Secara kultural, mereka yang masih dalam tahap "berjuang" di usia 20-an atau 30-an, cenderung dianggap sebagai "pesakitan".
Sebaliknya, mereka yang sudah terlihat mapan dan berkeluarga di usia relatif muda cenderung dielu-elukan, bahkan dijadikan "teladan" bagi mereka yang dianggap "pesakitan".
Inilah salah satu sumber masalah "Quarter Life Crisis" yang menurut saya sangat memuakkan. Atas nama "kepedulian", kenyamanan batin dan kesehatan mental seseorang bisa diobrak-abrik seenaknya.
Jika sikap ini dikritisi, cap "kurang ajar" yang didapat. Apa boleh buat, situasi serba salah akan menyergap, meski sebenarnya itu bukan kesalahan kita.
Di sini, kita bisa melihat bersama, salah satu sumber "Quarter Life Crisis" adalah "sesat pikir" yang datang dari perbandingan secara "apple to apple", yang jelas tidak proporsional dan objektif.

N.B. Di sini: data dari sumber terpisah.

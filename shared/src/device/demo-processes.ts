import type { Corner, DeviceParams, Process } from '../schemas/process.js';

/**
 * INVENTED DEMO DATA, NOT ANY FOUNDRY'S PROCESS.
 * BF180-G and BF130-G belong to Brackenfold Semiconductor, an invented design house. The numbers are
 * plausible for a generic 180 nm-class and 130 nm-class bulk CMOS process and were chosen for the demo,
 * not measured or copied from anywhere. Do not design real silicon with them.
 */
export const DEMO_DATA_NOTICE = "Invented demo data, not any foundry's process";

/** Corners TT/FF/SS/FS/SF: ±40 mV on VT, ±10 % on kp; the first letter is the NMOS, the second the PMOS. */
function demoCorners(): Corner[] {
  const fast = { dvt: -0.04, kpScale: 1.1 };
  const slow = { dvt: 0.04, kpScale: 0.9 };
  const typical = { dvt: 0, kpScale: 1 };
  return [
    { name: 'TT', nmos: typical, pmos: typical },
    { name: 'FF', nmos: fast, pmos: fast },
    { name: 'SS', nmos: slow, pmos: slow },
    { name: 'FS', nmos: fast, pmos: slow },
    { name: 'SF', nmos: slow, pmos: fast },
  ];
}

const BF180G_NMOS: DeviceParams = {
  vt0: 0.45,
  kp: 290e-6,
  gamma: 0.45,
  twoPhiF: 0.88,
  lambda: 0.08,
  lRef: 0.5e-6,
  tox: 4.1e-9,
  cgdo: 0.35e-9,
  cj: 1.0e-3,
  cjsw: 0.25e-9,
  ldiff: 0.48e-6,
  vtTc: -1.0e-3,
  muExp: -1.5,
  avt: 4.5e-9,
  abeta: 1.0e-8,
  lmin: 0.18e-6,
  wmin: 0.22e-6,
  wgrid: 5e-9,
  jg: 1e-6,
  js: 5e-4,
};

const BF180G_PMOS: DeviceParams = {
  vt0: 0.48,
  kp: 65e-6,
  gamma: 0.42,
  twoPhiF: 0.85,
  lambda: 0.1,
  lRef: 0.5e-6,
  tox: 4.1e-9,
  cgdo: 0.33e-9,
  cj: 1.1e-3,
  cjsw: 0.22e-9,
  ldiff: 0.48e-6,
  vtTc: -1.3e-3,
  muExp: -1.2,
  avt: 5.5e-9,
  abeta: 1.2e-8,
  lmin: 0.18e-6,
  wmin: 0.22e-6,
  wgrid: 5e-9,
  jg: 3e-7,
  js: 4e-4,
};

/** BF180-G: invented 180 nm-class CMOS, vdd 1.8 V, tnom 27 °C, −40 … 125 °C, with a native (depletion-mode) NMOS. */
export const BF180G: Process = {
  name: 'BF180-G',
  description: `${DEMO_DATA_NOTICE}. A generic 180 nm-class bulk CMOS process, 1.8 V, for the Channelwright demo.`,
  tnom: 27,
  vdd: 1.8,
  tempRange: { min: -40, max: 125 },
  nmos: BF180G_NMOS,
  pmos: BF180G_PMOS,
  corners: demoCorners(),
  flavours: [
    {
      name: 'native',
      polarity: 'nmos',
      description: 'Native (undoped-channel) NMOS: depletion mode, VT0 = −0.12 V; conducts at VGS = 0',
      params: { ...BF180G_NMOS, vt0: -0.12, kp: 320e-6, gamma: 0.15, twoPhiF: 0.6, lambda: 0.06, lRef: 1e-6, vtTc: -0.8e-3, avt: 6e-9, lmin: 0.5e-6, wmin: 0.5e-6 },
    },
  ],
  // The model names of the invented demo model cards (server/src/characterisation/demo-cards/bf180g.lib).
  spiceModels: { nmos: 'bfn18', pmos: 'bfp18', flavours: { native: 'bfn18na' } },
};

/** BF130-G: invented 130 nm-class CMOS, vdd 1.2 V, tnom 27 °C, −40 … 125 °C (for the "migrate a sheet" example). */
export const BF130G: Process = {
  name: 'BF130-G',
  description: `${DEMO_DATA_NOTICE}. A generic 130 nm-class bulk CMOS process, 1.2 V, for the Channelwright demo.`,
  tnom: 27,
  vdd: 1.2,
  tempRange: { min: -40, max: 125 },
  nmos: {
    vt0: 0.36,
    kp: 420e-6,
    gamma: 0.35,
    twoPhiF: 0.9,
    lambda: 0.1,
    lRef: 0.35e-6,
    tox: 2.6e-9,
    cgdo: 0.3e-9,
    cj: 1.1e-3,
    cjsw: 0.1e-9,
    ldiff: 0.34e-6,
    vtTc: -0.9e-3,
    muExp: -1.5,
    avt: 3.5e-9,
    abeta: 1.0e-8,
    lmin: 0.13e-6,
    wmin: 0.16e-6,
    wgrid: 5e-9,
    jg: 1e-2,
    js: 8e-4,
  },
  pmos: {
    vt0: 0.34,
    kp: 95e-6,
    gamma: 0.32,
    twoPhiF: 0.88,
    lambda: 0.12,
    lRef: 0.35e-6,
    tox: 2.6e-9,
    cgdo: 0.28e-9,
    cj: 1.2e-3,
    cjsw: 0.1e-9,
    ldiff: 0.34e-6,
    vtTc: -1.1e-3,
    muExp: -1.2,
    avt: 4.0e-9,
    abeta: 1.2e-8,
    lmin: 0.13e-6,
    wmin: 0.16e-6,
    wgrid: 5e-9,
    jg: 3e-3,
    js: 6e-4,
  },
  corners: demoCorners(),
  // The model names of the invented demo model cards (server/src/characterisation/demo-cards/bf130g.lib).
  spiceModels: { nmos: 'bfn13', pmos: 'bfp13' },
};

/** The demo processes the server seeds, in order. */
export const DEMO_PROCESSES: readonly Process[] = [BF180G, BF130G];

Jika terlalu dituruti, ini hanya akan meracuni pikiran kita.
Sebagai contoh, seseorang yang terlihat mapan dan sudah berkeluarga di usia relatif muda, belum tentu lebih baik dari mereka yang masih dalam tahap "berjuang".

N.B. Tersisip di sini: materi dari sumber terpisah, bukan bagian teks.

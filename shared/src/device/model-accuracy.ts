import type { DeviceParams } from '../schemas/process.js';
import type { ModelAccuracy } from '../schemas/operating-point.js';
import type { CurrentModel } from './drain-current.js';
import { hasShortChannelTerms } from './short-channel.js';

/**
 * What is known of how far a model's sizing is off, said on every result (measured, docs/model.md and
 * docs/extraction.md): the square law and the long-channel all-region model against a realistic short-channel
 * device, the all-region model with fitted short-channel terms against the card it was fitted to.
 */
export function modelAccuracyOf(model: CurrentModel, params: Pick<DeviceParams, 'dl' | 'dw' | 'theta0' | 'theta1' | 'theta2' | 'thetaB' | 'dibl' | 'pclm' | 'muExpL' | 'vtl' | 'nl'>): ModelAccuracy {
  if (model === 'square-law') {
    return {
      basis: 'long-channel',
      summary: 'SPICE level 1 (long channel): against a 180 nm-class BSIM4 device, W at gm/ID 5 … 20 S/A was off by −55 … +71 %; strong inversion only',
    };
  }
  if (hasShortChannelTerms(params)) {
    return {
      basis: 'fitted',
      summary: 'EKV with short-channel terms fitted to a model card: W at gm/ID 5 … 20 S/A within −8 … +8 % of the BSIM4 card it was fitted to (L = lmin … 10·lmin); VT from a first-order law',
    };
  }
  return {
    basis: 'long-channel',
    summary: 'EKV long channel, not fitted to short-channel effects: against a 180 nm-class BSIM4 device, W at gm/ID 5 … 20 S/A was off by tens of per cent; fit the profile or use the lookup tables',
  };
}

Bisa jadi, mereka sebenarnya lebih menderita, karena punya beban hidup lebih berat, atau bahkan belum siap mental menjalani semuanya. Inilah salah satu faktor, kenapa angka kemiskinan dan perceraian di negara kita masih relatif tinggi.
Masalah ini juga akan terlihat, terutama pada mereka yang masih berpola hidup konsumtif dalam situasi normal.

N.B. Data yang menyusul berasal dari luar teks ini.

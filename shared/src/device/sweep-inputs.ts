/** Full-length scratch arrays for the quantities that vary along a series, reused from call to call (none is returned). */
export class Scratch {
  private static cached: Scratch | undefined;
  readonly ut: Float64Array;
  readonly kp: Float64Array;
  readonly vtZeroBias: Float64Array;
  readonly vt: Float64Array;
  readonly n: Float64Array;
  readonly gmbRatio: Float64Array;
  readonly lambda: Float64Array;
  readonly leff: Float64Array;
  readonly theta: Float64Array;
  readonly theta2: Float64Array;
  readonly esat: Float64Array;
  readonly clm: Float64Array;
  readonly eta: Float64Array;
  readonly vtShift: Float64Array;
  readonly w: Float64Array;
  readonly beta: Float64Array;
  readonly vov: Float64Array;
  readonly vdsat: Float64Array;

  static forPoints(count: number): Scratch {
    if (Scratch.cached?.ut.length !== count) Scratch.cached = new Scratch(count);
    return Scratch.cached;
  }

  private constructor(count: number) {
    const make = () => new Float64Array(count);
    this.ut = make();
    this.kp = make();
    this.vtZeroBias = make();
    this.vt = make();
    this.n = make();
    this.gmbRatio = make();
    this.lambda = make();
    this.leff = make();
    this.theta = make();
    this.theta2 = make();
    this.esat = make();
    this.clm = make();
    this.eta = make();
    this.vtShift = make();
    this.w = make();
    this.beta = make();
    this.vov = make();
    this.vdsat = make();
  }
}

/**
 * The inputs of a series point by point. Each is a column in the sense of drain-current.ts: one value for
 * every point (length 1) when it does not change along the series, else one value per point.
 */
export interface SeriesInputs {
  tempC: Float64Array;
  ut: Float64Array;
  kp: Float64Array;
  vtZeroBias: Float64Array;
  vsb: Float64Array;
  vt: Float64Array;
  n: Float64Array;
  gmbRatio: Float64Array;
  l: Float64Array;
  /** Effective length (= l for the square law), m. */
  leff: Float64Array;
  lambda: Float64Array;
  /** Short-channel terms at leff (see short-channel.ts); constants 0/Infinity for the square law. */
  theta: Float64Array;
  theta2: Float64Array;
  esat: Float64Array;
  clm: Float64Array;
  eta: Float64Array;
  /** VT shift of the length from the long-channel VT, V (all-region only). */
  vtShift: Float64Array;
  vds: Float64Array;
  /** Drawn width (all fingers), m. */
  w: Float64Array;
  /** Fingers of the drawn width (each loses ΔW); one value for the whole series. */
  fingers: number;
  /** ΔW per finger of the model (0 for the square law), m. */
  dw: number;
  beta: Float64Array;
  vov: Float64Array;
}

export interface KernelOutputs {
  id: Float64Array;
  gm: Float64Array;
  gds: Float64Array;
  gmId: Float64Array;
  vdsat: Float64Array;
}

/** A column holding one value for every point (see drain-current.ts). */
export const one = (value: number) => Float64Array.of(value);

Jadi, jangan ditanya lagi, bagaimana keadaan mereka di masa tak menentu akibat pandemi Corona seperti sekarang.
Walau gaji bulanannya puluhan juta sekalipun, pasti akan kelimpungan, karena mereka tak bisa mengatur prioritas.
Jika "Quarter Life Crisis" yang berasal dari sesat pikir ini sudah menjadi "racun", mereka yang "meracuni" pikiran ini akan dengan enaknya "cuci tangan", dengan menganggap kita terlalu memikirkan, padahal merekalah yang terus merecoki. Sungguh memuakkan.